Jerzy Hoffman directed this three-hour adaptation of a historical novel by Henryk Sienkiewicz (Quo Vadis?), set in the mid-17th century when rival armies of Poles, Tartars, cossacks, and rebellious peasants battled for control of Poland and the Ukraine. The film is filled with brutality–impaling, hangings, torching of villages–yet none of it seems gratuitous; its epic battles recall the grand devastation of Kurosawa’s films, and Hoffman never loses sight of his characters, the warlords who fancy themselves errant knights but behave like cutthroats. In true Hollywood fashion he also finds time for a romance, between the most beautiful princess in Poland and the only warrior who looks good wearing mud and a three-day beard. But he’s much more interested in capturing the sweep of history and sketching its various players; his utterly absorbing epic succeeds as both historical document and ripping good adventure story. (JH) (Copernicus Center, 10:00 am)

The Third Miracle

Ed Harris stars as a disillusioned priest who’s assigned to investigate a series of miraculous incidents, a mission that forces him to explore his own faith. Agnieszka Holland (The Secret Garden, Europa Europa) directed; with Anne Heche and Armin Mueller-Stahl. Jan A.P. Kaczmarek, who composed the film’s score, will attend the screening. (Copernicus Center, 6:00)

Father’s Law

Actor Marek Kondrat makes his directorial debut with this drama of a father who takes the law into his own hands after the men who raped his daughter go unpunished. To be shown without subtitles. (Copernicus Center, 8:30)

You Must Live

A father, worried by the disappearance of his addict son, enlists the boy’s ex-girlfriend in his search and plunges into the drug underworld. Konrad Szolajski, director of this 1997 feature, will attend the screening. (Society for Arts, 10:15)


Upsidedown Mountain

A giant and various spirits try to free children from a fortress on the title mountain. Leszek Galysz directed this animated feature. (Copernicus Center, 2:00)

Operation “Goat”

International tensions escalate after a scientific accident transfers the mind of a female KGB agent into the body of a Polish male scientist, and vice versa. To be shown without subtitles. Director Konrad Szolajski will attend the screening. (Copernicus Center, 3:30)
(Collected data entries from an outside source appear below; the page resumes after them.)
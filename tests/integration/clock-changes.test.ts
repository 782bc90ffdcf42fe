import { afterAll, beforeAll, describe, expect, it } from 'vitest';
import type { SeededSite } from '../../seeds/plant/seeded';
import { loggerToken } from '../../simulator/scenarios/tokens';
import type { Actor } from '../../src/domain/access/permissions';
import { database } from '../../src/server/db/pools';
import { asActor } from '../../src/server/db/transaction';
import { startIngest, stopIngest } from '../../src/server/ingest/service';
import { nightsDue } from '../../src/server/jobs/nights-due';
import { judgeNight } from '../../src/server/jobs/output-night';
import { rollUpDirty } from '../../src/server/jobs/roll-up';
import { ensureDaysAhead, setRollupWatermark } from '../../src/server/queries/rollup';
import { siteFiguresCsv } from '../../src/server/reports/figures/csv';
import { monthReportPdf } from '../../src/server/reports/figures/month-report';
import { siteFigures } from '../../src/server/services/figures';
import { readHistory } from '../../src/server/services/string-history';
import { testDatabase, type TestDatabase } from '../support/database';
import { SECRET, testFleet, type TestFleet } from '../support/fleet';
import { frameOf, openSockets, TestLogger, type Sockets } from '../support/ingest';
import { pdfPages } from '../support/pdf';

/**
 * Loggers of two sites whose clocks change report day and night across both changes of a year: what they sent comes to
 * the same in frames, days, nights, figures and charts, nothing twice and nothing lost. One site's units report
 * themselves, of the other the inputs are all that is known.
 */
const CLINIC = 'Weirside Clinic';
const GALLERY = 'Coopers Wharf Gallery';
const ZONE = 'Europe/Berlin';
const SPRING = ['2026-03-28', '2026-03-29', '2026-03-30'];
const AUTUMN = ['2026-10-24', '2026-10-25', '2026-10-26'];
const HOURS = new Map(
  [...SPRING, ...AUTUMN].map((d) => [d, d === '2026-03-29' ? 23 : d === '2026-10-25' ? 25 : 24]),
);
const INTERVAL_S = 300;
const s = (iso: string): number => Date.parse(iso) / 1000;
/** From local midnight to local midnight, 71 hours and 73. */
const SPANS = [
  { fromS: s('2026-03-27T23:00Z'), toS: s('2026-03-30T22:00Z') },
  { fromS: s('2026-10-23T22:00Z'), toS: s('2026-10-26T23:00Z') },
];
const TIMES = SPANS.flatMap(({ fromS, toS }) =>
  Array.from({ length: (toS - fromS) / INTERVAL_S }, (_, k) => fromS + k * INTERVAL_S),
);
/** Both hours of the night of 25 October that the clock calls two. */
const CALLED_TWO = TIMES.filter((t) => t >= s('2026-10-25T00:00Z') && t < s('2026-10-25T02:00Z'));

const wall = new Intl.DateTimeFormat('sv-SE', { timeZone: ZONE });
const localDay = (atS: number): string => wall.format(atS * 1000);
/** Each hour of a span has a level of its own, so that one in the wrong place shows. */
const level = (atS: number): number => 20 + (Math.floor(atS / 3600) % 73);
/** Sum over a local day of what each report stands for. */
const hourly = (day: string, of: (atS: number) => number): number =>
  TIMES.reduce((sum, t) => sum + (localDay(t) === day ? (of(t) * INTERVAL_S) / 3600 : 0), 0);
const light = (atS: number): number =>
  Math.max(0, 800 * Math.sin(((((atS / 3600) % 24) - 5) * Math.PI) / 13));

let db: TestDatabase;
let fleet: TestFleet;
let clinic: SeededSite;
let gallery: SeededSite;
let sockets: Sockets;
let analyst: Actor;

beforeAll(async () => {
  process.env.RAW_KEPT_DAYS = '3660'; // the changes of one year are told whenever this runs
  db = await testDatabase();
  fleet = await testFleet(db, [CLINIC, GALLERY], s('2026-01-15T00:00Z'));
  clinic = fleet.site(CLINIC);
  gallery = fleet.site(GALLERY);
  await db.owner.query(
    `update site set stage = 'operating', time_zone = $1, latitude = 48, longitude = 11, report_interval_s = $2`,
    [ZONE, INTERVAL_S],
  );
  analyst = await fleet.actor('analyst@lowfield.example');
  for (const { fromS, toS } of SPANS)
    await ensureDaysAhead(database('ingest'), new Date(fromS * 1000), new Date(toS * 1000));
  await startIngest();
  sockets = await openSockets();
}, 240_000);
afterAll(async () => {
  await stopIngest();
  await sockets.close();
  await db.drop();
});

const arrive = (site: SeededSite): Promise<TestLogger> => {
  const serial = [...site.loggers.keys()][0] ?? '';
  return TestLogger.arrive(sockets, loggerToken(SECRET, serial), serial);
};
function pieces<T>(list: readonly T[], most: number): T[][] {
  return Array.from({ length: Math.ceil(list.length / most) }, (_, k) =>
    list.slice(k * most, (k + 1) * most),
  );
}

/** Two strings of the clinic, its inverters and its sensor, at these times. */
async function reportClinic(logger: TestLogger, times: readonly number[]): Promise<void> {
  const { strings, inverters, sensors } = logger.roster;
  for (const part of pieces(times, 200)) {
    const frames = strings.slice(0, 2).flatMap(({ index, serials }) =>
      part.map((at) => ({
        at,
        string: index,
        frame: frameOf(serials.length, 'both', 1, { current: serials.map(() => 100 * level(at)) }),
      })),
    );
    await logger.durable(logger.frames(frames));
    const common = { energy: null, status: 'running', powerLimit: null, insulation: null };
    const flags = { arcFlag: false, earthFaultFlag: false };
    await logger.durable({
      type: 'inverters',
      rows: inverters.flatMap((i) =>
        part.map((at) => ({ at, inverter: i.name, acPower: 100 * level(at), ...common, ...flags })),
      ),
    });
    await logger.durable({
      type: 'weather',
      rows: part.map((at) => ({
        at,
        sensor: sensors[0]?.number,
        irradiance: Math.round(light(at)),
        temperatureAir: 150,
        temperatureModule: 250,
        windSpeed: 10,
      })),
    });
  }
}

/** The input of the gallery's first string, at these times. */
async function reportGallery(logger: TestLogger, times: readonly number[]): Promise<void> {
  const [inverter] = logger.roster.inverters;
  for (const part of pieces(times, 1000))
    await logger.durable({
      type: 'inputs',
      rows: part.map((at) => ({
        at,
        inverter: inverter?.name,
        input: inverter?.inputs[0],
        voltage: 4000,
        current: 10 * level(at),
      })),
    });
}

const days = async () =>
  (
    await db.owner.query<{ name: string; day: string; frames: number; energy: number; units: number }>(
      `select s.name, d.day::text, d.frames, d.energy, (select sum(e)::int from unnest(d.unit_energy) e) as units
       from string_day d join string s on s.id = d.string_id where d.site_id = $1 order by s.id, d.day`,
      [clinic.id],
    )
  ).rows;
/** Equal but for what is lost by rounding to whole Wh: an hour more or less is forty times as much. */
const near = (figure: number, right: number): boolean => Math.abs(figure / right - 1) < 0.001;
const UNITS = 12;
const stringWh = (day: string): number => hourly(day, (t) => (UNITS * 38 * level(t)) / 10);

describe('across both changes of the clock', { timeout: 300_000 }, () => {
  it('every report is kept once, also where both hours called two are sent again', async () => {
    const logger = await arrive(clinic);
    expect(logger.roster.strings[0]?.serials).toHaveLength(UNITS);
    await reportClinic(logger, TIMES);
    await reportClinic(logger, CALLED_TWO);
    await logger.end();
    const other = await arrive(gallery);
    await reportGallery(other, TIMES);
    await reportGallery(other, CALLED_TWO);
    await other.end();
    const { rows } = await db.owner.query<{
      frames: number;
      inputs: number;
      inverters: number;
      late: number;
    }>(
      `select (select count(*)::int from string_frame) as frames, (select count(*)::int from input_frame) as inputs,
              (select count(*)::int from inverter_frame) as inverters, (select count(*)::int from late_frame) as late`,
    );
    expect(rows[0]).toEqual({
      frames: 2 * TIMES.length,
      inputs: TIMES.length,
      inverters: clinic.inverters.size * TIMES.length,
      late: 0,
    });
  });

  it('days of 23 and 25 hours sum up what was sent in them, as often as they are summed up', async () => {
    expect(await rollUpDirty()).toBeGreaterThan(0);
    const first = await days();
    for (const d of first) {
      const where = `${d.name} on ${d.day}`;
      expect([where, d.frames]).toEqual([where, 12 * (HOURS.get(d.day) ?? 0)]);
      expect([where, near(d.energy, stringWh(d.day)), near(d.units, stringWh(d.day))]).toEqual([
        where,
        true,
        true,
      ]);
    }
    expect(first.map((d) => d.day)).toEqual([...SPRING, ...AUTUMN, ...SPRING, ...AUTUMN]);
    const quarters = await db.owner.query<{ day: string; n: number }>(
      `select (at at time zone $1)::date::text as day, count(*)::int as n from string_quarter group by 1 order by 1`,
      [ZONE],
    );
    expect(quarters.rows).toEqual([...HOURS].map(([day, hours]) => ({ day, n: 2 * 4 * hours })));
    const site = await db.owner.query<{ day: string; due: number; ac: number; complete: number }>(
      `select day::text, quarters_due as due, energy_ac::float8 as ac, complete from site_day where site_id = $1 order by day`,
      [clinic.id],
    );
    for (const { day, due, ac, complete } of site.rows) {
      expect([day, due, complete]).toEqual([day, 4 * (HOURS.get(day) ?? 0), 1]);
      const right = clinic.inverters.size * hourly(day, (t) => 100 * level(t));
      expect([day, near(ac, right)]).toEqual([day, true]);
    }
    expect(site.rows.map((r) => r.day)).toEqual([...HOURS.keys()]);
    const logger = await arrive(clinic);
    await reportClinic(logger, CALLED_TWO);
    await logger.end();
    await rollUpDirty();
    expect(await days()).toEqual(first);
  });

  it('each night is judged once, after its own sunset', async () => {
    const judged: string[] = [];
    for (const { fromS, toS } of SPANS)
      for (let t = fromS; t <= toS; t += 1800) {
        const now = new Date(t * 1000);
        await setRollupWatermark(database('ingest'), now);
        for (const due of await nightsDue(now)) {
          await judgeNight(due.siteId, due.day, now);
          if (due.siteId === clinic.id && SPRING.concat(AUTUMN).includes(due.day)) judged.push(due.day);
        }
      }
    expect(judged).toEqual([...SPRING, ...AUTUMN]);
    const { rows } = await db.owner.query<{ day: string; n: number }>(
      `select day::text, count(*)::int as n from output_day o join string s on s.id = o.string_id
       where s.site_id = $1 and s.name = $2 and day = any ($3::date[]) group by day order by day`,
      [clinic.id, [...clinic.strings.keys()][0], [...HOURS.keys()]],
    );
    expect(rows).toEqual([...HOURS.keys()].map((day) => ({ day, n: 1 })));
  });

  it('the year and the months have each day once, with what it made', async () => {
    const read = (key: string) =>
      asActor(analyst, (tx) => siteFigures(tx, clinic.ref, key, new Date('2026-11-20T12:00Z')));
    const right = (day: string) => (clinic.inverters.size * hourly(day, (t) => 100 * level(t))) / 1000;
    const year = await read('2026');
    expect(year.days.map((d) => d.day)).toEqual([...HOURS.keys()]);
    const whole = [...HOURS.keys()].reduce((sum, day) => sum + right(day), 0);
    expect(near(year.now?.energyKWh ?? 0, whole)).toBe(true);
    for (const [key, of] of [
      ['2026-03', SPRING],
      ['2026-10', AUTUMN],
    ] as const) {
      const month = await read(key);
      expect(month.days.map((d) => [d.day, near(d.figures.energyKWh, right(d.day))])).toEqual(
        of.map((day) => [day, true]),
      );
      const lines = (await siteFiguresCsv(month).text()).split('\r\n').filter(Boolean);
      expect(new Set(lines).size).toBe(lines.length);
      for (const day of of) expect(lines.filter((l) => l.startsWith(day))).toHaveLength(1);
      const paper = (await pdfPages(await monthReportPdf(month))).join(' ').replace(/\s+/g, ' ');
      for (const day of of) expect(paper).toContain(`${day} ${Math.round(right(day))} kWh`);
    }
  });

  it('a chart of the day is 23 or 25 hours long, and of the year each day is a point', async () => {
    const at = new Date('2026-11-20T12:00Z');
    const history = (ref: string, query: Parameters<typeof readHistory>[2]) =>
      asActor(analyst, (tx) => readHistory(tx, ref, query, at));
    const [unitString] = [...clinic.strings.values()];
    for (const [on, hours] of [
      ['2026-03-29', 23],
      ['2026-10-25', 25],
    ] as const) {
      const day = await history(unitString?.ref ?? '', { range: 'day', quantity: 'current', on });
      expect(day.to - day.from).toBe(hours * 3600);
      expect(day.values.filter((v) => v !== null)).toHaveLength(12 * hours);
    }
    const inputString = gallery.plan.strings.find(
      (p) => p.inverter === gallery.plan.inverters[0]?.name && p.input === 1,
    );
    for (const [ref, kWh] of [
      [unitString?.ref, (day: string) => stringWh(day) / 1000],
      [
        gallery.strings.get(inputString?.name ?? '')?.ref,
        (day: string) => hourly(day, (t) => 40 * level(t)) / 1000,
      ],
    ] as const) {
      const year = await history(ref ?? '', { range: 'year', quantity: 'power', on: '2026-11-01' });
      const told = year.at.flatMap((t, i) =>
        year.values[i] == null ? [] : [[localDay(t), year.values[i]] as const],
      );
      expect(told.map(([day]) => day)).toEqual([...HOURS.keys()]);
      expect(told.map(([day, value]) => [day, near(value, kWh(day))])).toEqual(
        told.map(([day]) => [day, true]),
      );
    }
  });
});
A Week in the Life of a Man

See listing for Friday, November 5. (Copernicus Center, 6:00)

Like a Drug

Barbara Sass directed this melodrama about a young poet with a heart condition who agonizes over the meaning of life. Anna (Magdalena Cielecka, looking sultry and dazed) writes impulsive verse, muses over metaphysics, talks to an imaginary girl who might be her conscience, and beds down with a succession of men after her husband commits suicide. Sass sets the story amid the political tensions of the early 80s, casting Anna as a new kind of Polish woman: independent, assertive, sexually adventurous, yet emotionally vulnerable. But despite the feminist posturing and intellectual veneer, this is really an old-fashioned “women’s picture.” (TS) Sass will attend the screening. (Copernicus Center, 8:00)


Films by Pawel Lozinski

Pawel Lozinski’s documentaries are not for the faint of heart; both Sisters and Such a Story focus on elderly working-class people who were promised the world by Poland’s communist regime and now find themselves tossed aside under capitalism. Sisters profiles a pair of elderly siblings who bicker over events that happened years ago, when they were both young and had bright futures. In Such a Story Lozinski trains his pitiless camera on Wiesio, a fat, foulmouthed retired truck driver; ruined by drink and cigarettes, dying of some unnamed disease, he roots through the garbage for tossed-out treasure–old flashlights, discarded carpets, a leather jacket with a large hole in the collar. Lozinski strips his subjects bare, revealing them warts and all; though hard to watch, his relentless portraits of life at the bottom can be liberating in the same way that Beckett’s darkest plays generate light. (JH) On the same program: Lozinski’s Place of Birth (1992), about a Polish Jew who escaped the Holocaust and emigrated to the U.S. but whose unsettled past compels him to return home a half century later. Lozinski will attend the screening. (Society for Arts, 7:00)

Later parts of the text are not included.